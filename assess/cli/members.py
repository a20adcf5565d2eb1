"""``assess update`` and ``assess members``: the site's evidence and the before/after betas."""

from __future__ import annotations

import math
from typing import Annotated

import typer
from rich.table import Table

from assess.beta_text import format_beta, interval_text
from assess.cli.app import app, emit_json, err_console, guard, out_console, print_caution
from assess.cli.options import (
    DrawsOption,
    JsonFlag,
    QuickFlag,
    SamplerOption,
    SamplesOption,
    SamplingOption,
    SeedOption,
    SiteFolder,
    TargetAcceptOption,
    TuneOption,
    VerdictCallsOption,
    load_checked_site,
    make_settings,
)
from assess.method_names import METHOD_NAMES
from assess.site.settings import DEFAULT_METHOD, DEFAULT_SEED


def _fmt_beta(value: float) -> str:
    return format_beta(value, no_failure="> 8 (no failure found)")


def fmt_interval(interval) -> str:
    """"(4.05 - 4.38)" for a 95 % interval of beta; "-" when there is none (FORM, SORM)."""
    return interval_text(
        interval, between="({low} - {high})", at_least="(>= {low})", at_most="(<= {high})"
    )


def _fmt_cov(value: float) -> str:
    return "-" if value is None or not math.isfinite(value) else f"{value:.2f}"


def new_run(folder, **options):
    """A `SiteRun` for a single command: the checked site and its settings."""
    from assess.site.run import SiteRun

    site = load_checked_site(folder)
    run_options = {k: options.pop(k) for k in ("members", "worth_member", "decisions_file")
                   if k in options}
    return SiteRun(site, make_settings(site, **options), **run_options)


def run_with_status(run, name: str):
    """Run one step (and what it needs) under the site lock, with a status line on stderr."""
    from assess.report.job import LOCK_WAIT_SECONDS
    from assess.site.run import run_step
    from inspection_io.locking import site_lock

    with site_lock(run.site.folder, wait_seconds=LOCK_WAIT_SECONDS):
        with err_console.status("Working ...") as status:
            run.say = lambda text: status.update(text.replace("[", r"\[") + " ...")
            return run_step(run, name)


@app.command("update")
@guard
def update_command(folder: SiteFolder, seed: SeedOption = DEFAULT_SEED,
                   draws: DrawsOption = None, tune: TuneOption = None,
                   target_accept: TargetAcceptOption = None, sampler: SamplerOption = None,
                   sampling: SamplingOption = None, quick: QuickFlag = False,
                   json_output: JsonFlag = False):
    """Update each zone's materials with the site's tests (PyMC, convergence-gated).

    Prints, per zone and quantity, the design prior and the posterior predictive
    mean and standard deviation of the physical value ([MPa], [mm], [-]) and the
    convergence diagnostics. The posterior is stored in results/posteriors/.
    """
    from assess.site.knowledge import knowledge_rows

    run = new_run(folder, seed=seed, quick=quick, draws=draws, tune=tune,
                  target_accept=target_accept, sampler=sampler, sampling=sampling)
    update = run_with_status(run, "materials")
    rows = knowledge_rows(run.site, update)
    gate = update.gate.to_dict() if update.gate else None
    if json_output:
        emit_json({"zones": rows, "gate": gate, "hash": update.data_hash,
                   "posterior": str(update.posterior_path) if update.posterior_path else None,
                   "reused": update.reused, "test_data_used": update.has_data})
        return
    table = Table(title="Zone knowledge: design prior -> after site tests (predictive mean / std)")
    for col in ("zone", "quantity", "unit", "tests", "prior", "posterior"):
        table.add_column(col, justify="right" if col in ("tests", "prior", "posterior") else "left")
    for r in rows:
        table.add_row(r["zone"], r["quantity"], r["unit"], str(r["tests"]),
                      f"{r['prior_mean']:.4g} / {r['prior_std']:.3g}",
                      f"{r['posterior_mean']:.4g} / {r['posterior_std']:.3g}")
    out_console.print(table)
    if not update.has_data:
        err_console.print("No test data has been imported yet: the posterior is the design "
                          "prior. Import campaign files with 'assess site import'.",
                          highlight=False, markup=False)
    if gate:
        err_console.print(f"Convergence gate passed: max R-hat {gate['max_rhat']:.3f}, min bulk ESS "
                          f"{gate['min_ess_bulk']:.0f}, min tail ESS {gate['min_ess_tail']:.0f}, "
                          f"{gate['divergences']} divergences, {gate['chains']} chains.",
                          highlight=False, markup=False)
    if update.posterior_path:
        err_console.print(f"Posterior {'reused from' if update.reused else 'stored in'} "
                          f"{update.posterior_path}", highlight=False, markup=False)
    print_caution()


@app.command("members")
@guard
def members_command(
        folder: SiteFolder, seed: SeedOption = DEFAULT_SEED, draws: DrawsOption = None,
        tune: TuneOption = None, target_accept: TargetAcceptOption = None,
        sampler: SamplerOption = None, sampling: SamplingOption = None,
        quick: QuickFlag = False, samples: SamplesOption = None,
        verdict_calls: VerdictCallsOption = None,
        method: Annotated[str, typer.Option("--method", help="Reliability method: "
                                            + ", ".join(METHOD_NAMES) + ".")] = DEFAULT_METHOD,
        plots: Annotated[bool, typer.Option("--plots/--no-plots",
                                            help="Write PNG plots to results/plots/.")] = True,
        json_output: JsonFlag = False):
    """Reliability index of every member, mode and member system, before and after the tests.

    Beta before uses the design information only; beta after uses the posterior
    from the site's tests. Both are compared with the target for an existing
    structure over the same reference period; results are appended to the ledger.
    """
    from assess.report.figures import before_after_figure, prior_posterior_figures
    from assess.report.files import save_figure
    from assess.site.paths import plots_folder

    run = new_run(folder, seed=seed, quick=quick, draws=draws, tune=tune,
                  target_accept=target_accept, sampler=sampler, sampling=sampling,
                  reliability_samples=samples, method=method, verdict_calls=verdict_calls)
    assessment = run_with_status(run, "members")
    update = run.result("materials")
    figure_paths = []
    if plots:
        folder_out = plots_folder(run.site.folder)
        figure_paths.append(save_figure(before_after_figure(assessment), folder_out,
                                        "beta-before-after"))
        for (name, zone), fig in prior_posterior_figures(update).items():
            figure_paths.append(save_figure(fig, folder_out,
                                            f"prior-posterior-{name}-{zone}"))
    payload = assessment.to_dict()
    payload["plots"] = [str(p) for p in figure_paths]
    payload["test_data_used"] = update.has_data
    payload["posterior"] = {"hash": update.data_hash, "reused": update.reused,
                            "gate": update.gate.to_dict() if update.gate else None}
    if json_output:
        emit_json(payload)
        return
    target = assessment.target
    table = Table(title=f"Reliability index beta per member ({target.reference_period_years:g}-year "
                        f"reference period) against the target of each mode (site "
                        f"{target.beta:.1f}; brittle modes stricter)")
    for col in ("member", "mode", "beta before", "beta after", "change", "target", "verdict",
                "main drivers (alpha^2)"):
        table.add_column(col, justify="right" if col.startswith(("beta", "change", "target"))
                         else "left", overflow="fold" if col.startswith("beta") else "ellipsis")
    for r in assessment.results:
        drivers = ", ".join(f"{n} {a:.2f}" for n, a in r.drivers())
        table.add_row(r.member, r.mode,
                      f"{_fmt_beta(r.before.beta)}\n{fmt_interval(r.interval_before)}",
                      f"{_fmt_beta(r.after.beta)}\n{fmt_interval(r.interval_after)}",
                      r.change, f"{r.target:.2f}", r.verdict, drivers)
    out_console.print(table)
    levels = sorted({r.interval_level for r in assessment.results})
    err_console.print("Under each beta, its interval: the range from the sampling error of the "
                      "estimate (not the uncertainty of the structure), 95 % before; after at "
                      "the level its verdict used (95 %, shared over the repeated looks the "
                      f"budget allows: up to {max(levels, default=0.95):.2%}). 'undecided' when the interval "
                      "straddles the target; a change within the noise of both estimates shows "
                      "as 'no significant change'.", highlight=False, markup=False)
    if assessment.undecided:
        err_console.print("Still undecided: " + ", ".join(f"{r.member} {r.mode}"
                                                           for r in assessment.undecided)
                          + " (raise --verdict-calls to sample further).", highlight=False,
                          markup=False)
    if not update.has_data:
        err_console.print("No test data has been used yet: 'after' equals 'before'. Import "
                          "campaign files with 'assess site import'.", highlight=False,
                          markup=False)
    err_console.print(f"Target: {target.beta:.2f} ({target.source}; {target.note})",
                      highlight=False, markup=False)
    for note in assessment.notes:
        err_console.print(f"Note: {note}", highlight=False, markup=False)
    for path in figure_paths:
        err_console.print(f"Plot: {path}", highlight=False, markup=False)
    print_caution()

++++++++

### [WHAT IS EXPECTED]
Whenever "each" occurs in a line of the entries, copy that line.

### [EXERCISE SOLUTION]
    """Update each zone's materials with the site's tests (PyMC, convergence-gated).
                        f"reference period) against the target of each mode (site "
    err_console.print("Under each beta, its interval: the range from the sampling error of the "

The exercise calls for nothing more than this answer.